377 00:40:31.760 ⇒ 00:40:33.970 Awaish Kumar: If yes, we could get the transcript.
378 00:40:34.460 ⇒ 00:40:35.350 Ashwini Sharma: Mmm…
379 00:40:35.860 ⇒ 00:40:43.149 Ashwini Sharma: Well, he didn’t mention anything, I think it was just Slack conversation that is happening, he’s just posting Slack messages from a different…
380 00:40:43.420 ⇒ 00:40:44.780 Ashwini Sharma: conversation.
381 00:40:45.260 ⇒ 00:40:45.799 Ashwini Sharma: It’s a private.
382 00:40:45.800 ⇒ 00:40:47.340 Awaish Kumar: Yeah, he’s hoping…
383 00:40:48.340 ⇒ 00:40:56.650 Awaish Kumar: Yeah, we can… we can, like, go through that. We can ask, like, we can ask him if… if it is coming from some Zoom. If not, then just…
384 00:40:57.560 ⇒ 00:41:06.970 Awaish Kumar: whatever is there, just put it in a document, and all your questions that you asked in Slack, just put it also, all of them in the document, and we can then…
385 00:41:07.150 ⇒ 00:41:16.470 Awaish Kumar: ask Catherine to, okay, we have all the questions listed here, please reply. She can also write down answers at the bottom of that question, so it would be easier
386 00:41:17.280 ⇒ 00:41:18.790 Awaish Kumar: In terms of communication.

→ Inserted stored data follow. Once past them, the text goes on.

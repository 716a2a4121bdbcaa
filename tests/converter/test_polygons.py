"""Wall faces, gap closing, filled areas, free space and leaks."""

import threading

import numpy as np
import pytest
import shapely

from clearway.converter import read_floorplan
from clearway.converter.polygons import node_lines, segments, union_polygons, wall_regions
from tests.conftest import new_drawing, rectangle, save, wall_with_gap


def test_double_line_wall_band_is_solid_and_the_room_is_free(room_drawing):
    doc, msp, write = room_drawing
    plan = read_floorplan(write())
    # analytic: band between 10 x 8 and 9.6 x 7.6 rectangles
    assert plan.regions["wall"].area == pytest.approx(80 - 9.6 * 7.6, abs=1e-9)
    assert plan.free_space.area == pytest.approx(9.6 * 7.6, abs=1e-9)
    assert len(plan.free_space.geoms) == 1


def test_closed_outline_does_not_fill_the_building(tmp_path):
    doc = new_drawing(6)
    doc.modelspace().add_lwpolyline(rectangle(0, 0, 20, 10), close=True,
                                    dxfattribs={"layer": "A-WALL"})
    plan = read_floorplan(save(doc, tmp_path), nominal_wall_thickness=0.05)
    # analytic: the single line gets the nominal thickness, 0.025 m either side
    assert plan.free_space.area == pytest.approx(19.95 * 9.95, rel=1e-6)
    assert plan.regions["wall"].area < 0.05 * 61


def test_round_column_is_solid_and_a_wide_circle_is_a_room(room_drawing):
    doc, msp, write = room_drawing
    msp.add_circle((3, 4), 0.25, dxfattribs={"layer": "A-COLS"})
    msp.add_circle((7, 4), 1.0, dxfattribs={"layer": "A-WALL"})  # 2 m: a round room
    plan = read_floorplan(write())
    assert shapely.Point(3, 4).within(plan.regions["wall"])
    assert shapely.Point(7, 4).within(plan.free_space)
    # analytic: pi r^2 within the chord bound (1 mm)
    column = plan.regions["wall"].intersection(shapely.box(2, 3, 4, 5)).area
    assert np.pi * 0.25 ** 2 - 0.001 * 2 * np.pi * 0.25 <= column <= np.pi * 0.25 ** 2
    assert len(plan.free_space.geoms) == 2  # the round room is its own component


def test_face_wider_than_max_wall_thickness_is_a_room():
    # analytic: a 0.5 m band is solid under 0.6 m and a room under 0.4 m
    rings = [shapely.box(0, 0, 10, 10.5).exterior, shapely.box(0.5, 0.5, 9.5, 10).exterior]
    solid, _, _ = wall_regions([], rings, [], gap_tolerance=0.01, max_wall_thickness=0.6,
                            nominal_wall_thickness=0.05)
    assert solid.area == pytest.approx(10 * 10.5 - 9 * 9.5)
    solid, _, _ = wall_regions([], rings, [], gap_tolerance=0.01, max_wall_thickness=0.4,
                            nominal_wall_thickness=0.05)
    # analytic: only nominal 0.05 m bands along both rings (perimeters 41 m and 37 m)
    assert solid.area == pytest.approx(0.05 * (41 + 37), rel=0.01)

387 00:41:20.610 ⇒ 00:41:27.999 Ashwini Sharma: Yeah, sure, we can do that. I’ll add my questions to a doc, and then, be shared it with Catherine.
388 00:41:30.670 ⇒ 00:41:40.870 Awaish Kumar: And, like, I don’t have anything right now. I will also try to find out anything, and maybe on Monday,
389 00:41:41.470 ⇒ 00:41:48.539 Awaish Kumar: We, like, on Monday, we can work together on one of the tasks.

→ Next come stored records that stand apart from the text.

def _inverse(c: Coordinate, values: Mapping[sympy.Symbol, sympy.Expr]) -> list[sympy.Expr]:
    """Parameter values of one coordinate at these variable values, inside its range."""
    param = c.parameter
    if c.kind == "angle":
        cos_v, sin_v = (values[v] for v in c.variables)
        return angles_in_range(base_angle(cos_v, sin_v) / c.scale, c.period, param.range)
    if c.kind == "growth":
        e = values[c.variables[0]]
        if not _nonnegative(e) or e == 0:
            return []
        candidates = [sympy.log(e) / c.scale]
    else:
        candidates = [values[c.variables[0]]]
    return [v for v in candidates if admissible(v, param)]


def base_angle(cos_v: sympy.Expr, sin_v: sympy.Expr) -> sympy.Expr:
    """The angle in (-pi, pi] with this cosine and sine: atan2, or 2 atan(tan of the half
    angle) when atan2 does not evaluate to a multiple of pi (as for roots of polynomials)."""
    angle = sympy.atan2(sin_v, cos_v)
    if not angle.has(sympy.atan2, sympy.atan) or cos_v == -1:
        return angle
    return 2 * sympy.atan(sympy.cancel(sin_v / (1 + cos_v)))


def admissible(value: sympy.Expr, param: Parameter) -> bool:
    """Inside the declared range, positive for positive, whole for integer parameters."""
    if param.kind == "positive" and compare(value, sympy.Integer(0)) <= 0:
        return False
    if param.kind == "integer" and not value.is_integer:
        return False
    if param.range is None:
        return True
    lo, hi = param.range
    return compare(value, lo) >= 0 and compare(value, hi) <= 0


def angles_in_range(base: sympy.Expr, period: sympy.Expr, rng) -> list[sympy.Expr]:
    """base + k period for every whole k inside the closed range (one period without one)."""
    lo, hi = rng if rng is not None else (sympy.Integer(0), None)
    k = int(sympy.floor(sympy.N((lo - base) / period, 50))) - 1
    found = []
    while True:
        value = base + k * period
        if compare(value, lo) >= 0:
            limit = compare(value, hi) > 0 if hi is not None else compare(value, lo + period) >= 0
            if limit:
                break
            found.append(value)
        k += 1
    return found


def compare(a: sympy.Expr, b: sympy.Expr) -> int:
    """The sign of a - b for real constants: 0 only when proved equal, else proved by balls.

    The decision layer (:mod:`ketsplit.arith`) builds on this module, so this is
    its own small comparator: balls at rising precision for a sign; equality by
    exact rewriting (simplify to 0) or a minimal polynomial x; never by samples.
    """
    difference = as_expr(a - b)
    if difference == 0:
        return 0
    for bits in (64, 256, 1024, 4096):
        ball = enclose(difference, bits).real
        if ball > 0:
            return 1
        if ball < 0:
            return -1
        if bits == 64 and sympy.simplify(difference) == 0:
            return 0
    x = sympy.Dummy("x")
    try:
        if sympy.minimal_polynomial(difference, x) == x:
            return 0
    except (NotImplementedError, sympy.polys.polyerrors.BasePolynomialError, ValueError):
        pass
    raise ArithmeticError(f"cannot decide the sign of {difference}")


# -- analysis ----------------------------------------------------------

390 00:41:48.770 ⇒ 00:41:54.929 Awaish Kumar: And maybe, like, one of us will just share a screen, maybe I will just share my screen.

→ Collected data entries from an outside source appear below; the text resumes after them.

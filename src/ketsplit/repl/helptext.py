"""Richer help for the shell: a worked scenario per command, and topics of the language.

The registry holds each command's usage, summary and one-line example; here
each gets a short story of our own with statements to type.  Topics that are
not commands (kets, cut, parameters, keys) live in ``commands/topics.py``, so
that ``help kets`` works under ``-c`` too.  Every scenario is run by the
tests, so none can drift from the language.
"""

from __future__ import annotations

from dataclasses import dataclass

from ..commands.topics import TOPICS


@dataclass(frozen=True)
class Scenario:
    story: str
    statements: tuple[str, ...]
    remark: str = ""

    def text(self) -> str:
        lines = [f"  {self.story}"] + [f"    ks⟩ {s}" for s in self.statements]
        if self.remark:
            lines.append(f"  {self.remark}")
        return "\n".join(lines)


SCENARIOS: dict[str, Scenario] = {
    "schmidt": Scenario(
        "A photon-pair source whose crystal angle t sets the balance of the two emission paths:",
        ("real t in [0, pi/2]", "pair = cos(t)|01> + sin(t)|10>", "schmidt pair 1|2",
         "schmidt pair with t=pi/8"),
        "The coefficients are cos t and sin t; at t = pi/8 they are numbers in closed form."),
    "reduce": Scenario(
        "One excitation shared by a ring of three sites A, B, C; what does the pair AB see?",
        ("space A:2 B:2 C:2", "ring = (|100> + |010> + |001>)/sqrt(3)", "reduce ring AB",
         "reduce ring A"),
        "Parts are kept by number (1, 13) or by name (A, AB); the rest is traced out."),
    "rank": Scenario(
        "Is the ring state separable across A|BC? Its Schmidt rank says:",
        ("space A:2 B:2 C:2", "ring = (|100> + |010> + |001>)/sqrt(3)", "rank ring A|BC"),
        "For a family the rank is the generic one; it may drop at special parameter values."),
    "digits": Scenario(
        "Ask for more certified digits before a numeric result:",
        ("digits 50", "digits 30"),
        "Only digits that are certain are ever printed."),
    "figures": Scenario(
        "How entangled is the photon pair at a crystal angle of pi/8?",
        ("real t in [0, pi/2]", "pair = cos(t)|01> + sin(t)|10>", "figures pair with t=pi/8"),
        "Name figures after the state to see only those; 'units nats' switches the logarithm."),
    "cuts": Scenario(
        "A three-site chain in an even-parity superposition: can any site be split off?",
        ("space A:2 B:2 C:2", "chain = (|000> + |011> + |110> + |101>)/2", "cuts chain"),
        "Every bipartition, with its Schmidt rank and entropy."),
    "compare": Scenario(
        "A balanced pair source and one that leaks towards one path: which converts to which?",
        ("source = (|01> + |10>)/sqrt(2)", "leaky = cos(pi/8)|01> + sin(pi/8)|10>",
         "compare source, leaky"),
        "Majorization of the squared coefficients decides conversion by local operations."),
    "plot": Scenario(
        "Entropy of the photon pair across the whole range of the crystal angle:",
        ("real t in [0, pi/2]", "pair = cos(t)|01> + sin(t)|10>", "plot entropy pair over t"),
        "Add --to FILE.svg to keep the picture."),
    "check": Scenario(
        "Hand derivations about the photon pair, checked exactly or with a counterexample:",
        ("real t in [0, pi/2]", "pair = cos(t)|01> + sin(t)|10>",
         "check reduce pair 1 = [[cos(t)^2, 0], [0, sin(t)^2]]",
         "check pair ~ sin(t)|10> + cos(t)|01>"),
        "Use '~' instead of '=' to compare states up to a global phase."),
    "strata": Scenario(
        "Where does the pair stop being entangled as the crystal turns through half a circle?",
        ("real t in [0, pi]", "pair = cos(t)|01> + sin(t)|10>", "strata pair"),
        "Every point of the declared range where the Schmidt rank drops, exactly."),
    "numeric": Scenario(
        "A tiny admixture, 10^-30, that floating point would round away:",
        ("probe = |00> + 10^(-30)|11>", "numeric probe"),
        "Certified digits only: the second coefficient is proved nonzero."),
    "units": Scenario(
        "Entropies in nats rather than bits:",
        ("units nats", "figures (|00> + |11>)/sqrt(2) entropy", "units bits")),
    "help": Scenario(
        "Each command has a usage line, a worked example and, for many, a scenario like this one:",
        ("help schmidt", "help rank"),
        "Topics that are not commands: " + ", ".join(f"help {t}" for t in TOPICS) + "."),
}

def scenario_text(topic: str) -> str | None:
    found = SCENARIOS.get(topic)
    return None if found is None else "worked scenario:\n" + found.text()
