"""The interactive shell: a thin prompt_toolkit layer over one Session.

Each submitted input is split into statements (lines that must go on are
joined, see :mod:`.continuation`), and each line runs through
``Session.run`` in the main thread, where Ctrl-C reaches it; the line is
atomic: on a Ctrl-C or an error the session is rolled back to what it was
before the line (:mod:`.guard`).  Everything the shell prints comes from the
Session's results; the shell adds only display choices, help scenarios and
directives of its own: ``more``, ``display pretty|linear``, ``exit`` and
``quit``.  Leaving (Ctrl-D, exit, quit) with work not saved since the last
``save`` or ``open`` asks once: it says how many lines would be lost and
leaves on the second request.  Asking was chosen over a recovery file because
it writes nothing the user did not ask for, and the answer is one keystroke.
"""

from __future__ import annotations

import contextlib
import functools
import shutil
import sys
import time
from typing import TextIO

from prompt_toolkit import PromptSession
from prompt_toolkit.auto_suggest import AutoSuggestFromHistory
from prompt_toolkit.history import History, InMemoryHistory
from prompt_toolkit.input import Input
from prompt_toolkit.lexers import PygmentsLexer
from prompt_toolkit.lexers.pygments import SyncFromStart
from prompt_toolkit.output import Output

from ..commands import COMMANDS
from ..base.errors import InputError
from ..language.statements import leading_words
from ..render.text import wrap_lines
from ..api import Session
from ..session import UNRECORDED as FILE_STATEMENTS, strip_comment
from . import helptext
from .completion import DIRECTIVES, ShellCompleter
from .continuation import logical_lines
from .display import Console, Mode, error_lines, results_text
from .guard import guarded
from .history import open_history
from .keys import shell_bindings
from .lexer import KetLexer, session_vocabulary, shell_style
from .spinner import DELAY, Spinner
from .status import Status, continuation, prompt, toolbar
from .terminal import no_echo



def words_of(code: str) -> tuple[str, ...]:
    """The first three words of a line by the statement grammar (none if it has no tokens)."""
    try:
        return tuple(word.text for word in leading_words(code, 1, 3))
    except InputError:
        return ()


def help_topic(code: str) -> str | None:
    """TOPIC of ``help TOPIC``: the shell adds its scenario to the statement's result."""
    words = words_of(code)
    return words[1] if len(words) == 2 and words[0] == "help" else None


class Shell:
    """One Session, its display mode, and what the status line reports."""

    def __init__(self, session: Session | None = None, out: TextIO | None = None,
                 mode: Mode = Mode(), colour: bool | None = None, spinner: bool | None = None,
                 spinner_delay: float = DELAY, width: int | None = None,
                 keyboard: TextIO | None = None) -> None:
        self.session = Session() if session is None else session
        self.console = Console(sys.stdout if out is None else out, colour)
        self.mode = mode
        self.spinner = self.console.stream.isatty() if spinner is None else spinner
        self.spinner_delay = spinner_delay
        self.width = width   # columns for 2-D output; None: the terminal's, if any
        self.keyboard = keyboard  # the terminal typed on, kept silent while computing
        self.elapsed: float | None = None
        self.last_output = ""
        self.saved = 0      # length of the work log at the last save or open
        self.warned = 0     # unsaved lines when leaving was last refused
        self.leaving = False

    @property
    def columns(self) -> int | None:
        return self.width or self.console.width

    # -- one input -----------------------------------------------------
    def handle(self, text: str) -> None:
        for line in logical_lines(text):
            if self.leaving:
                return
            self.handle_line(line)

    def handle_line(self, line: str) -> None:
        code = strip_comment(line).strip()
        if self.directive(code):
            return
        results = self.compute(line)
        if results is None:
            return
        if any(r.kind in FILE_STATEMENTS for r in results):
            self.saved = len(self.session.worklog)
        text = results_text(results, self.mode.pretty, self.columns)
        topic = help_topic(code)
        extra = helptext.scenario_text(topic) if topic else None
        self.show(text + (f"\n{wrap_lines(extra, self.columns)}" if extra else ""))

    def directive(self, code: str) -> bool:
        """Run ``more``, ``display pretty|linear``, ``exit`` or ``quit``; False for anything else."""
        word = code.split(" ", 1)[0]
        if word not in DIRECTIVES or word in COMMANDS or word in self.session.bindings:
            return False
        if word in ("more", "exit", "quit"):
            if code != word:
                return False
            if word == "more":
                self.show_whole()
            else:
                self.leaving = self.may_leave()
            return True
        chosen = words_of(code)[1:]
        if chosen not in (("pretty",), ("linear",)):
            self.console.lines(error_lines(InputError(
                "display: expected 'display pretty' or 'display linear'")))
            return True
        self.mode = Mode(chosen == ("pretty",), self.mode.fold)
        self.console.line(f"display {self.mode.name}")
        return True

    # -- leaving -------------------------------------------------------
    def unsaved(self) -> int:
        """Lines of work (not help) run since the last save or open."""
        return sum(1 for entry in self.session.worklog[self.saved:]
                   if any(r.kind != "help" for r in entry.results))

    def may_leave(self) -> bool:
        """True to leave now.  With unsaved work, the first request to leave only says
        so (asked once for that work: asked again only after more work)."""
        pending = self.unsaved()
        if not pending or pending == self.warned:
            return True
        self.warned = pending
        lines = "1 line" if pending == 1 else f"{pending} lines"
        self.console.line(wrap_lines(f"{lines} of work not saved ('save FILE' keeps the work); "
                                     "Ctrl-D or exit again leaves without saving", self.columns),
                          "class:error")
        return False

    def compute(self, line: str):
        """The line's results, or None after printing why there are none."""
        started = time.monotonic()
        try:
            with self.spinning(line), no_echo(self.keyboard):
                return guarded(self.session, lambda: self.session.run(line))
        except InputError as err:
            self.console.lines(error_lines(err, self.columns))
        except KeyboardInterrupt:
            self.console.line("cancelled: the session is as it was before this line", "class:error")
        except Exception as err:  # a bug in the engine: say so, keep the session
            self.console.line(f"internal error ({type(err).__name__}: {err}); the session is as "
                              "it was before this line; please report it", "class:error")
        finally:
            self.elapsed = time.monotonic() - started
        return None

    def spinning(self, line: str) -> contextlib.AbstractContextManager:
        """The spinner, labelled with what runs (``schmidt …``), when the output is a terminal."""
        if not self.spinner:
            return contextlib.nullcontext()
        words = strip_comment(line).split()
        label = f"{words[0]} …" if len(words) > 1 else "computing"
        return Spinner(self.console.stream, self.spinner_delay, label)

    # -- output --------------------------------------------------------
    def show(self, text: str) -> None:
        self.last_output = text
        self.console.folded(text, self.mode)

    def show_whole(self) -> None:
        self.console.line(self.last_output or "nothing to show yet")

    def toggle_pretty(self) -> None:
        self.mode = self.mode.toggled()

    def status(self) -> Status:
        return Status.of(self.session, self.mode.name, self.elapsed)

    # -- the prompt ----------------------------------------------------
    def prompt_session(self, history: History | None = None, input: Input | None = None,
                       output: Output | None = None) -> PromptSession:
        lexer = functools.partial(KetLexer, vocabulary=session_vocabulary(self.session))
        return PromptSession(
            message=prompt, multiline=True, prompt_continuation=continuation,
            lexer=PygmentsLexer(lexer, syntax_sync=SyncFromStart()),
            style=shell_style(), include_default_pygments_style=False,
            completer=ShellCompleter(self.session, helptext.TOPICS), complete_while_typing=False,
            history=InMemoryHistory() if history is None else history,
            auto_suggest=AutoSuggestFromHistory(),
            bottom_toolbar=lambda: toolbar(self.status()),
            key_bindings=shell_bindings(self.toggle_pretty, self.show_whole),
            input=input, output=output)

    def loop(self, prompt_session: PromptSession) -> int:
        """Read and run inputs until Ctrl-D (or the end of the input), exit or quit."""
        while not self.leaving:
            try:
                text = prompt_session.prompt()
            except KeyboardInterrupt:
                continue
            except EOFError:
                self.leaving = self.may_leave()
                continue
            try:
                self.handle(text)
            except KeyboardInterrupt:
                self.console.line("cancelled", "class:error")
        return 0


def start() -> int:
    """``ketsplit`` with no arguments."""
    from .. import __version__
    rows = shutil.get_terminal_size().lines
    shell = Shell(mode=Mode(fold=max(10, rows - 6)), keyboard=sys.stdin)
    history, warning = open_history()
    shell.console.line(wrap_lines(f"ketsplit {__version__}: type a state, a command, or 'help'; "
                                  "Tab completes, Ctrl-D or exit leaves", shell.columns))
    if warning:
        shell.console.line(warning, "class:error")
    return shell.loop(shell.prompt_session(history))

391 00:41:55.030 ⇒ 00:42:00.580 Awaish Kumar: I will work through it. We just brain… we just talk about it, like, brainstorm together.
392 00:42:00.860 ⇒ 00:42:03.150 Awaish Kumar: But only one has to do, right?
393 00:42:03.150 ⇒ 00:42:03.510 Ashwini Sharma: Okay.
394 00:42:03.510 ⇒ 00:42:11.909 Awaish Kumar: We can just brainstorm together, like, what prompts to write, maybe, like, and then how to get the solution.
395 00:42:12.160 ⇒ 00:42:14.880 Awaish Kumar: And… and that’s all. And then,
396 00:42:15.290 ⇒ 00:42:21.119 Awaish Kumar: I will try to see if I have any such kind of… any ticket where we can do that, and then,
397 00:42:21.530 ⇒ 00:42:23.279 Awaish Kumar: I think that’s… that’s the plan.
398 00:42:24.790 ⇒ 00:42:26.609 Ashwini Sharma: Correct, yeah, we can do that.
399 00:42:27.050 ⇒ 00:42:37.550 Awaish Kumar: And also, in the meantime, if you come across anything, just send it over so I can review, and we can then… I can make it a part of agenda for Monday.
400 00:42:37.990 ⇒ 00:42:38.990 Ashwini Sharma: Okay, yeah.
401 00:42:38.990 ⇒ 00:42:39.660 Awaish Kumar: Okay.
402 00:42:42.500 ⇒ 00:42:44.340 Awaish Kumar: Okay, great, thank you.
403 00:42:44.500 ⇒ 00:42:46.160 Ashwini Sharma: Okay, alright, yeah, thanks.
404 00:42:46.670 ⇒ 00:42:47.390 Awaish Kumar: Bye.
405 00:42:47.650 ⇒ 00:42:48.570 Ashwini Sharma: Okay, bye.